All of these seem like real possibilities to me, and the numerical results found don’t seem to strongly suggest much of anything because of the low power (as the critique observes).

I saw a similar dynamic play out a month ago: Marginal Revolution linked a new study claiming that vaccination progress has been overstated, but a Center for Global Development scholar raises serious methodological concerns about the study. I haven’t examined this debate enough to have a strong opinion on it, and overestimation seems like a real concern; but we want to see how the discussion and reaction plays out before jumping to conclusions from the new study.

We’re all for healthy skepticism of aid programs, and we like reading new studies. But in drawing conclusions, we try to stick to studies that are a little older and have had some chance to be reviewed and discussed (and we generally look for responses and conflicting reactions).
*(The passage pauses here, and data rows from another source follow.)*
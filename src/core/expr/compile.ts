/**
 * Translation of a mathjs expression tree into JavaScript source over a
 * whitelist: numbers, symbols resolved by the caller, + − × ÷ ^, the
 * functions in `FUNCTIONS`, comparisons (`<`, `<=`, `>`, `>=`, `==`, `!=`,
 * chains such as `0 < x < a`), `and` / `or` / `xor` / `not` and the
 * conditional `c ? a : b`. Anything else is rejected, so the generated
 * source never contains user text (symbol names become array accesses,
 * numbers are re-printed from their parsed value).
 *
 * Comparisons and logical operators give 1 or 0; a condition is true when
 * its value is neither 0 nor NaN (as in mathjs). Comparisons are exact:
 * mathjs' own evaluation treats values within its relative tolerance
 * (1e-12) as equal, so the two can differ only at such near-ties.
 */
import {
  isConditionalNode,
  isConstantNode,
  isFunctionNode,
  isOperatorNode,
  isParenthesisNode,
  isRelationalNode,
  isSymbolNode
} from 'mathjs';
import type { MathNode } from 'mathjs';
import { msg } from '../messages';
import { ExpressionError, quote } from './normalize';

type Emit = (args: string[]) => string;

/** Whitelisted functions: name → allowed argument counts and JS emitter. */
const FUNCTIONS: Readonly<Record<string, { arity: number[]; emit: Emit }>> = {
  exp: { arity: [1], emit: (a) => `Math.exp(${a[0]})` },
  expm1: { arity: [1], emit: (a) => `Math.expm1(${a[0]})` },
  log: {
    arity: [1, 2],
    emit: (a) => (a.length === 1 ? `Math.log(${a[0]})` : `(Math.log(${a[0]}) / Math.log(${a[1]}))`)
  },
  log10: { arity: [1], emit: (a) => `Math.log10(${a[0]})` },
  log2: { arity: [1], emit: (a) => `Math.log2(${a[0]})` },
  log1p: { arity: [1], emit: (a) => `Math.log1p(${a[0]})` },
  sqrt: { arity: [1], emit: (a) => `Math.sqrt(${a[0]})` },
  cbrt: { arity: [1], emit: (a) => `Math.cbrt(${a[0]})` },
  abs: { arity: [1], emit: (a) => `Math.abs(${a[0]})` },
  sign: { arity: [1], emit: (a) => `Math.sign(${a[0]})` },
  sin: { arity: [1], emit: (a) => `Math.sin(${a[0]})` },
  cos: { arity: [1], emit: (a) => `Math.cos(${a[0]})` },
  tan: { arity: [1], emit: (a) => `Math.tan(${a[0]})` },
  sec: { arity: [1], emit: (a) => `(1 / Math.cos(${a[0]}))` },
  csc: { arity: [1], emit: (a) => `(1 / Math.sin(${a[0]}))` },
  cot: { arity: [1], emit: (a) => `(1 / Math.tan(${a[0]}))` },
  asin: { arity: [1], emit: (a) => `Math.asin(${a[0]})` },
  acos: { arity: [1], emit: (a) => `Math.acos(${a[0]})` },
  atan: { arity: [1], emit: (a) => `Math.atan(${a[0]})` },
  atan2: { arity: [2], emit: (a) => `Math.atan2(${a[0]}, ${a[1]})` },
  sinh: { arity: [1], emit: (a) => `Math.sinh(${a[0]})` },
  cosh: { arity: [1], emit: (a) => `Math.cosh(${a[0]})` },
  tanh: { arity: [1], emit: (a) => `Math.tanh(${a[0]})` },
  sech: { arity: [1], emit: (a) => `(1 / Math.cosh(${a[0]}))` },
  csch: { arity: [1], emit: (a) => `(1 / Math.sinh(${a[0]}))` },
  coth: { arity: [1], emit: (a) => `(1 / Math.tanh(${a[0]}))` },
  asinh: { arity: [1], emit: (a) => `Math.asinh(${a[0]})` },
  acosh: { arity: [1], emit: (a) => `Math.acosh(${a[0]})` },
  atanh: { arity: [1], emit: (a) => `Math.atanh(${a[0]})` },
  square: { arity: [1], emit: (a) => `((${a[0]}) * (${a[0]}))` },
  cube: { arity: [1], emit: (a) => `Math.pow(${a[0]}, 3)` },
  pow: { arity: [2], emit: (a) => `Math.pow(${a[0]}, ${a[1]})` },
  nthRoot: {
    arity: [1, 2],
    emit: (a) =>
      a.length === 1
        ? `Math.sqrt(${a[0]})`
        : `(Math.sign(${a[0]}) * Math.pow(Math.abs(${a[0]}), 1 / (${a[1]})))`
  },
  min: { arity: [2, 3, 4], emit: (a) => `Math.min(${a.join(', ')})` },
  max: { arity: [2, 3, 4], emit: (a) => `Math.max(${a.join(', ')})` }
};

/** Names of the functions an expression may call. */
export const SUPPORTED_FUNCTIONS: readonly string[] = Object.freeze(Object.keys(FUNCTIONS));

/** Allowed argument counts of a supported function, or null. */
export function functionArity(name: string): readonly number[] | null {
  return Object.prototype.hasOwnProperty.call(FUNCTIONS, name) ? FUNCTIONS[name].arity : null;
}

/** Comparison operators (mathjs function name → JS operator). */
export const COMPARISONS: Readonly<Record<string, string>> = {
  smaller: '<',
  smallerEq: '<=',
  larger: '>',
  largerEq: '>=',
  equal: '===',
  unequal: '!=='
};

/** Logical operators (mathjs function names). */
export const LOGICAL: readonly string[] = ['and', 'or', 'xor', 'not'];

/** Operators (mathjs function names) a model may use. */
export const SUPPORTED_OPERATORS: readonly string[] = Object.freeze([
  'add',
  'subtract',
  'multiply',
  'divide',
  'pow',
  'unaryMinus',
  'unaryPlus',
  ...Object.keys(COMPARISONS),
  ...LOGICAL
]);

const BINARY: Readonly<Record<string, string>> = {
  add: '+',
  subtract: '-',
  multiply: '*',
  divide: '/'
};

/** Resolves a symbol to a JS snippet (an array access or a number), or null if unknown. */
export type SymbolResolver = (name: string) => string | null;

/** Prints a finite number so that it parses back to the same double. */
export function numberLiteral(v: number): string {
  if (!Number.isFinite(v)) {
    throw new ExpressionError(msg('expression.compile.number', 'A number in the expression is infinite or not a number (%1).', v));
  }
  const s = String(v);
  return v < 0 ? `(${s})` : s;
}

/**
 * Common subexpressions of expressions evaluated at the same point: every
 * operator or function application becomes a `const tN = …;` line, and an
 * application already seen (same source after its arguments were named)
 * reuses its name. The arithmetic is unchanged, only done once.
 */
export class SharedTerms {
  /** Declarations, in dependency order. */
  readonly lines: string[] = [];
  /** Source already produced per node (trees of derivatives share subtrees). */
  readonly byNode = new WeakMap<MathNode, string>();
  private readonly _names = new Map<string, string>();

  /** Name of the temporary holding `js` (declared on first use). */
  intern(js: string): string {
    let name = this._names.get(js);
    if (name === undefined) {
      name = `t${this._names.size}`;
      this._names.set(js, name);
      this.lines.push(`const ${name} = ${js};`);
    }
    return name;
  }
}

/** Small integer exponents written as products (only where the base is a name or a number). */
function integerPower(base: string, exponent: MathNode): string | null {
  while (isParenthesisNode(exponent)) {
    exponent = exponent.content;
  }
  let e: unknown = null;
  if (isConstantNode(exponent)) {
    e = exponent.value;
  } else if (isOperatorNode(exponent) && exponent.fn === 'unaryMinus' && isConstantNode(exponent.args[0])) {
    const v: unknown = exponent.args[0].value;
    e = typeof v === 'number' ? -v : null;
  }
  if (!/^(?:[a-z]\w*|\(?-?[\d.e+-]+\)?)$/i.test(base)) {
    return null;
  }
  switch (e) {
    case 2:
      return `(${base} * ${base})`;
    case 3:
      return `(${base} * ${base} * ${base})`;
    case -1:
      return `(1 / ${base})`;
    case -2:
      return `(1 / (${base} * ${base}))`;
    default:
      return null;
  }
}

/**
 * JS source for `node`. Throws `ExpressionError` for anything outside the
 * whitelist. With `shared`, every application is named there (see
 * `SharedTerms`) and the result is a name or a literal.
 */
export function toJavaScript(node: MathNode, resolve: SymbolResolver, shared?: SharedTerms): string {
  if (shared) {
    const done = shared.byNode.get(node);
    if (done !== undefined) {
      return done;
    }
    const js = emit(node, resolve, shared);
    shared.byNode.set(node, js);
    return js;
  }
  return emit(node, resolve);
}

function emit(node: MathNode, resolve: SymbolResolver, shared?: SharedTerms): string {
  const named = (js: string): string => (shared ? shared.intern(js) : js);
  if (isParenthesisNode(node)) {
    return toJavaScript(node.content, resolve, shared);
  }
  if (isConstantNode(node)) {
    const v: unknown = node.value;
    if (typeof v !== 'number') {
      throw new ExpressionError(msg('expression.compile.constant', 'Only numbers can be constants in a model; “%1” is not a number.', quote(String(v), 20)));
    }
    return numberLiteral(v);
  }
  if (isSymbolNode(node)) {
    const js = resolve(node.name);
    if (js === null) {
      throw new ExpressionError(msg('expression.compile.symbol', 'The name “%1” is neither a parameter, a variable nor a constant.', quote(node.name)));
    }
    return js;
  }
  if (isConditionalNode(node)) {
    const c = toJavaScript(node.condition, resolve, shared);
    const t = toJavaScript(node.trueExpr, resolve, shared);
    const f = toJavaScript(node.falseExpr, resolve, shared);
    return named(`((${c}) ? (${t}) : (${f}))`);
  }
  if (isRelationalNode(node)) {
    const params = node.params.map((a) => toJavaScript(a, resolve, shared));
    const parts = node.conditionals.map((fn, i) => {
      const op = Object.prototype.hasOwnProperty.call(COMPARISONS, fn) ? COMPARISONS[fn] : null;
      if (op === null) {
        throw new ExpressionError(msg('expression.compile.operator', 'The operator “%1” is not supported in model expressions.', fn));
      }
      return `(${params[i]}) ${op} (${params[i + 1]})`;
    });
    return named(`((${parts.join(' && ')}) ? 1 : 0)`);
  }
  if (isOperatorNode(node)) {
    const args = node.args.map((a) => toJavaScript(a, resolve, shared));
    const fn: string = node.fn;
    if (fn === 'unaryMinus' && args.length === 1) {
      return named(`(-(${args[0]}))`);
    }
    if (fn === 'unaryPlus' && args.length === 1) {
      return `(${args[0]})`;
    }
    if (fn === 'pow' && args.length === 2) {
      return named((shared ? integerPower(args[0], node.args[1]) : null) ?? `Math.pow(${args[0]}, ${args[1]})`);
    }
    const op = BINARY[fn];
    if (op && args.length >= 2) {
      return named(`(${args.map((a) => `(${a})`).join(` ${op} `)})`);
    }
    if (Object.prototype.hasOwnProperty.call(COMPARISONS, fn) && args.length === 2) {
      return named(`((${args[0]}) ${COMPARISONS[fn]} (${args[1]}) ? 1 : 0)`);
    }
    if (fn === 'and' && args.length === 2) {
      return named(`((${args[0]}) && (${args[1]}) ? 1 : 0)`);
    }
    if (fn === 'or' && args.length === 2) {
      return named(`((${args[0]}) || (${args[1]}) ? 1 : 0)`);
    }
    if (fn === 'xor' && args.length === 2) {
      return named(`(!(${args[0]}) !== !(${args[1]}) ? 1 : 0)`);
    }
    if (fn === 'not' && args.length === 1) {
      return named(`((${args[0]}) ? 0 : 1)`);
    }
    throw new ExpressionError(msg('expression.compile.operator', 'The operator “%1” is not supported in model expressions.', String(node.op)));
  }
  if (isFunctionNode(node)) {
    const fnNode: unknown = node.fn;
    const name = isSymbolNode(fnNode as MathNode) ? (fnNode as { name: string }).name : '';
    const spec = Object.prototype.hasOwnProperty.call(FUNCTIONS, name) ? FUNCTIONS[name] : undefined;
    if (!spec) {
      throw new ExpressionError(
        msg('expression.compile.function', 'There is no function “%1” in model expressions; the functions are: %2.', quote(name) || '?', SUPPORTED_FUNCTIONS.join(', '))
      );
    }
    if (!spec.arity.includes(node.args.length)) {
      throw new ExpressionError(
        msg('expression.compile.arity', '%1() takes %2 argument(s); here it has %3.', name, spec.arity.join(' or '), node.args.length)
      );
    }
    return named(spec.emit(node.args.map((a) => toJavaScript(a, resolve, shared))));
  }
  throw new ExpressionError(msg('expression.compile.construct', 'The expression contains a construction that models cannot use (%1).', node.type));
}

/** Children of a node that hold values (not a function's name). */
export function valueChildren(node: MathNode): MathNode[] {
  if (isParenthesisNode(node)) {
    return [node.content];
  }
  if (isOperatorNode(node) || isFunctionNode(node)) {
    return node.args;
  }
  if (isConditionalNode(node)) {
    return [node.condition, node.trueExpr, node.falseExpr];
  }
  if (isRelationalNode(node)) {
    return node.params;
  }
  return [];
}

/** Symbols used in `node` (excluding function names), in order of first appearance. */
export function collectSymbols(node: MathNode, out: string[] = []): string[] {
  const seen = new Set<string>(out);
  const stack: MathNode[] = [node];
  while (stack.length > 0) {
    const n = stack.pop()!;
    if (isSymbolNode(n)) {
      if (!seen.has(n.name)) {
        seen.add(n.name);
        out.push(n.name);
      }
      continue;
    }
    const children = valueChildren(n);
    for (let i = children.length - 1; i >= 0; i--) {
      stack.push(children[i]);
    }
  }
  return out;
}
Doing so still leaves plenty of opportunities to be skeptical, as with the thoroughly discussed New York City Voucher Experiment and other ineffective social programs.

Why we prefer the carrot to the stick

A couple of the commenters on a previous post object to our idea of “rewarding failure” and prefer to focus on “putting the bad charities out of business.”
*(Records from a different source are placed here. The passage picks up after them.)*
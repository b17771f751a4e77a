/**
 * The field loop and the (T, h) phase diagram of a free energy typed by the
 * user, checked against the closed forms of the Landau 2-4-6 free energy
 * (src/core/physics/landau/phase-diagram.ts and paths.ts, themselves checked
 * against [C5 in REFERENCES.md] and equal-F invariants): typed as text, the
 * same free energy must give the same critical end point, wings, spinodals
 * and loop jumps, within the grids' resolution.
 */
import { describe, expect, it } from 'vitest';
import { compileFreeEnergy } from '../../../src/core/expr/index';
import { landauFieldLoop, landauPhaseDiagram } from '../../../src/core/physics/landau/index';
import { typedFieldLoop, typedLoopRange } from '../../../src/core/physics/landau/typed-loop';
import { typedPhaseDiagram } from '../../../src/core/physics/landau/typed-phase-diagram';
import { PhysicsInputError } from '../../../src/core/physics/errors';

const LANDAU = 'a/2*(T - T0)*ψ^2 + b/4*ψ^4 + c/6*ψ^6 - h*ψ';
// First-order example of [C5]: a = 0.5, b = −2, c = 4, T0 = 100 (T1 = 100.375, critical end points at T = 100.9).
const k = { a: 0.5, T0: 100, b: -2, c: 4, d: 0 };
const values = { a: k.a, T0: k.T0, b: k.b, c: k.c };

/** h of a line at T by linear interpolation (NaN outside it). */
function hAt(line: { T: number[]; h: number[] }, T: number): number {
  for (let i = 0; i + 1 < line.T.length; i++) {
    const [t0, t1] = [line.T[i], line.T[i + 1]];
    if ((T - t0) * (T - t1) <= 0 && t0 !== t1) {
      return line.h[i] + ((T - t0) / (t1 - t0)) * (line.h[i + 1] - line.h[i]);
    }
  }
  return Number.NaN;
}

describe('typed free energy: phase diagram in (T, h)', () => {
  const f = compileFreeEnergy(LANDAU);
  const typed = typedPhaseDiagram(f, values, { Tmin: 98, Tmax: 102, psiMax: 1.2, nT: 97, nPsi: 1601 });
  const exact = landauPhaseDiagram(k, { Tmin: 98, Tmax: 102 });

  it('should find the critical end points of the closed form (ψ² = 3|b|/10c, T = T0 + 9b²/20ac)', () => {
    const ends = typed.points.filter(p => p.kind === 'critical-end');
    const exactEnds = exact.points.filter(p => p.kind === 'critical-end');
    expect(exactEnds.length).toBe(2);
    expect(ends.length).toBe(2);
    for (const e of exactEnds) {
      const m = ends.find(p => Math.sign(p.h) === Math.sign(e.h))!;
      // T grid step 4/96 = 0.042; the end is extrapolated along width² ∝ (T_end − T)
      expect(Math.abs(m.T - e.T)).toBeLessThan(0.01);
      expect(Math.abs(m.h - e.h) / Math.abs(e.h)).toBeLessThan(0.005);
      expect(Math.abs(m.psi - e.psi)).toBeLessThan(0.01);
    }
    expect(typed.regime).toBe('first-order');
    // the default grids (65 × 801, drawn while sliders move) within 0.5 % in h
    const coarseAll = typedPhaseDiagram(f, values, { Tmin: 98, Tmax: 102, psiMax: 1.2 }).points;
    // one triple point even where the wings are first seen off h = 0; a wider T window (coarser step) too
    expect(coarseAll.filter(p => p.kind === 'triple').length).toBe(1);
    expect(typedPhaseDiagram(f, values, { Tmin: 60, Tmax: 110, psiMax: 2 }).points.filter(p => p.kind === 'triple').length).toBe(1);
    const coarse = coarseAll.filter(p => p.kind === 'critical-end');
    expect(coarse.length).toBe(2);
    for (const p of coarse) {
      expect(Math.abs(Math.abs(p.h) - exactEnds[0].h * Math.sign(exactEnds[0].h)) / Math.abs(exactEnds[0].h)).toBeLessThan(0.005);
      expect(Math.abs(p.T - 100.9)).toBeLessThan(0.01);
    }
    // three equal minima at T1 = 100.375 where the h = 0 line meets the wings (one grid step of T)
    const triple = typed.points.filter(p => p.kind === 'triple');
    expect(triple.length).toBe(1);
    expect(Math.abs(triple[0].T - 100.375)).toBeLessThan(0.042);
    expect(triple[0].h).toBe(0);
  });

  it('should follow the first-order wings and the spinodals of the closed form', () => {
    const wing = typed.lines.find(l => l.kind === 'first-order' && l.h.some(h => h > 1e-6))!;
    const exactWing = exact.lines.find(l => l.kind === 'first-order' && l.h.some(h => h > 1e-6))!;
    for (const T of [100.5, 100.7]) {
      const want = hAt(exactWing, T);
      expect(Math.abs(hAt(wing, T) - want) / want).toBeLessThan(0.02);
    }
    // below T1 the equal minima ±ψ sit at h = 0
    const zero = typed.lines.find(l => l.kind === 'first-order' && l.h.every(h => Math.abs(h) < 1e-9))!;
    expect(Math.min(...zero.T)).toBeLessThan(98.1);
    expect(Math.abs(Math.max(...zero.T) - 100.375)).toBeLessThan(0.05);
    // a spinodal's h at 99 K matches the closed form's line through the same T (largest |h| of the pair)
    const spin = (lines: { kind: string; T: number[]; h: number[] }[]) =>
      Math.max(...lines.filter(l => l.kind === 'spinodal').map(l => Math.abs(hAt(l, 99))).filter(Number.isFinite));
    expect(Math.abs(spin(typed.lines) - spin(exact.lines)) / spin(exact.lines)).toBeLessThan(0.02);
  });

  it('should call a continuous transition second order, with a critical point at Tc on h = 0', () => {
    const second = typedPhaseDiagram(f, { ...values, b: 1, c: 0 }, { Tmin: 95, Tmax: 105, psiMax: 4, nT: 97, nPsi: 1601 });
    expect(second.regime).toBe('second-order');
    const critical = second.points.filter(p => p.kind === 'critical');
    expect(critical.length).toBe(1);
    // Tc = T0 = 100 (T step 10/96 ≈ 0.1; the end extrapolated along width² ∝ Tc − T)
    expect(Math.abs(critical[0].T - 100)).toBeLessThan(0.01);
    expect(critical[0].h).toBe(0);
    expect(second.lines.filter(l => l.kind === 'second-order').length).toBe(1);
    expect(second.lines.filter(l => l.kind === 'first-order').length).toBe(0);
  });

  it('should refuse a field that does not enter as −hψ, and a bad range, in words', () => {
    expect(() => typedPhaseDiagram(compileFreeEnergy('a/2*(T - T0)*ψ^2 + b/4*ψ^4 - h^2*ψ'), { a: 1, T0: 100, b: 1 }, { Tmin: 90, Tmax: 110, psiMax: 3 })).toThrow(/field enters as −h·ψ/);
    expect(() => typedPhaseDiagram(f, values, { Tmin: 102, Tmax: 98, psiMax: 1 })).toThrow(PhysicsInputError);
    expect(() => typedPhaseDiagram(f, values, { Tmin: Number.NaN, Tmax: 98, psiMax: 1 })).toThrow(PhysicsInputError);
    expect(() => typedPhaseDiagram(f, values, { Tmin: 98, Tmax: 102, psiMax: 0 })).toThrow(PhysicsInputError);
  });
});

describe('typed free energy: field loop', () => {
  const f = compileFreeEnergy(LANDAU);

  it('should jump where the Landau form jumps (coercive field), both ways', () => {
    const T = 99;
    const hMax = 1.5;
    const n = 301;
    const typed = typedFieldLoop(f, values, T, hMax, n, 2);
    const exact = landauFieldLoop(k, T, hMax, n);
    expect(typed.points.length).toBe(exact.points.length);
    expect(typed.jumps.length).toBe(exact.jumps.length);
    expect(exact.jumps.length).toBe(2);
    typed.jumps.forEach((j, i) => {
      // same state of the same h grid
      expect(j.index).toBe(exact.jumps[i].index);
      expect(j.psiAfter).toBeCloseTo(exact.jumps[i].psiAfter, 6);
    });
    // ψ at every state agrees with the closed form
    const worst = Math.max(...typed.points.map((p, i) => Math.abs(p.psi - exact.points[i].psi)));
    expect(worst).toBeLessThan(1e-8);
  });

  it('should give the same loop when the field also enters otherwise (sampled anew at each field)', () => {
    // + e·h² does not depend on ψ: the same stationary points, but F − F(h = 0) is no longer −hψ
    const other = compileFreeEnergy(`${LANDAU} + e*h^2`);
    const T = 99;
    const a = typedFieldLoop(other, { ...values, e: 0.3 }, T, 1.5, 121, 2);
    const b = landauFieldLoop(k, T, 1.5, 121);
    expect(a.jumps.map(j => j.index)).toEqual(b.jumps.map(j => j.index));
    expect(Math.max(...a.points.map((p, i) => Math.abs(p.psi - b.points[i].psi)))).toBeLessThan(1e-8);
  });

  it('should reach past the coercive field with its default range, and give 0 where no minimum can end', () => {
    const T = 99;
    const range = typedLoopRange(f, values, T, 2);
    // the loop over that range jumps both ways, as the Landau form's does
    expect(typedFieldLoop(f, values, T, range, 161, 2).jumps.length).toBe(2);
    // far above the critical end points (100.9 K), at 110 K, F is convex on the range: no range of its own
    expect(typedLoopRange(f, values, 110, 2)).toBe(0);
  });

  it('should refuse a non-finite temperature or a field range of 0', () => {
    expect(() => typedFieldLoop(f, values, Number.POSITIVE_INFINITY, 1, 11, 2)).toThrow(PhysicsInputError);
    expect(() => typedFieldLoop(f, values, 99, 0, 11, 2)).toThrow(PhysicsInputError);
  });
});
In theory, I’d like to see a world where all charities are evaluated meaningfully, and only the effective ones survive. But the world we’re in is just too far from that. The overwhelming majority of charities simply perform no meaningful evaluation one way or the other – their effects are a big question mark.
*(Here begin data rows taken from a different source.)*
/**
 * Text normalisation of model expressions typed by users or printed in
 * reference files: `[ ]` → `( )`, `**` → `^`, function aliases
 * (`arctan` → `atan`, `ln` → `log`, …) and an optional `lhs = rhs` form.
 */

/** Function-name aliases accepted in expressions, mapped to the canonical name. */
export const FUNCTION_ALIASES: Readonly<Record<string, string>> = Object.freeze({
  arctan: 'atan',
  arcsin: 'asin',
  arccos: 'acos',
  arctanh: 'atanh',
  arcsinh: 'asinh',
  arccosh: 'acosh',
  ln: 'log'
});

/** Result of splitting `lhs = rhs`. */
export interface IEquationText {
  /** Left-hand side (response), or null when the text has no `=`. */
  lhs: string | null;
  /** Right-hand side (model). */
  rhs: string;
}

/** Applies the bracket, power and alias mappings. */
export function normalizeExpressionText(text: string): string {
  let s = text.replace(/\[/g, '(').replace(/\]/g, ')').replace(/\*\*/g, '^');
  for (const [alias, name] of Object.entries(FUNCTION_ALIASES)) {
    s = s.replace(new RegExp(`\\b${alias}\\s*\\(`, 'g'), `${name}(`);
  }
  return s.trim();
}

/** Splits a normalised `lhs = rhs` text at its single `=` (not `==`, `<=`, `>=`, `!=`). */
export function splitEquation(text: string): IEquationText {
  const parts = text.split(/(?<![<>=!])=(?!=)/);
  if (parts.length === 1) {
    return { lhs: null, rhs: text.trim() };
  }
  if (parts.length !== 2) {
    throw new ExpressionError(`expected at most one '=' in "${text}"`);
  }
  return { lhs: parts[0].trim(), rhs: parts[1].trim() };
}

/** Error in a model expression (syntax, unknown function, unsupported construct). */
export class ExpressionError extends Error {
  constructor(message: string) {
    super(message);
    this.name = 'ExpressionError';
  }
}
It’s not in our power to sway enough donors – at once – to starve the charities that don’t measure impact. (And even if it were, there are simply too many of these for starving them all to be desirable.) But it is in our power to reward the few that do measure impact, thus encouraging more of it and creating more organizations that can eventually outcompete the unproven ones.

Of course failure isn’t valuable by itself, and shouldn’t be rewarded. But showing that a program doesn’t work is expensive and valuable in and of itself, and should be rewarded. As Paul Brest says, “the real problem is that, unless they are doing direct services, most nonprofits don’t know whether they are succeeding or failing.”

Evaluation is valuable whether or not it turns out to have positive results. Yet currently, only positive results are rewarded – honest evaluation is riskier than it should be. This is the problem that the “failure grant” idea is aimed at.

Uncharitable

Dan Pallotta sent me a copy of Uncharitable about a month ago, and I’ve been late in taking a look at it.

I highly recommend it for people interested in general discussions of the nonprofit sector.

The discussion I’ve seen of the book so far (Nicholas Kristof and Sean Stannard-Stockton) has focused on how much we should be bothered when people make money off of charity. Personally, I feel that I’ve yet to see a good argument that we should care how much money do-gooders make – as opposed to how much good they do (and how much it costs).

The chapter closest to my heart, though, is the one called “Stop Asking This Question.” Mr. Pallotta slams donors who focus on “how much of my dollar goes straight to the programs,” devoting even more ink to the matter than we have. We need more people pounding on this point.

The book’s basic theme, as I understand it, is this: what matters in philanthropy is the good that gets done, not anything else. Attacking programs that are effective (at helping people, at raising money, etc.) because they don’t conform to some abstract idea of yours about how nonprofits should run/think/feel is simply hurtful to the people philanthropy seeks to help (not to mention arrogant). The book often illustrates this point with nonprofit/for-profit analogies that some would find inapproprioate … but putting all analogies aside, it seems to me that this basic point shouldn’t be controversial.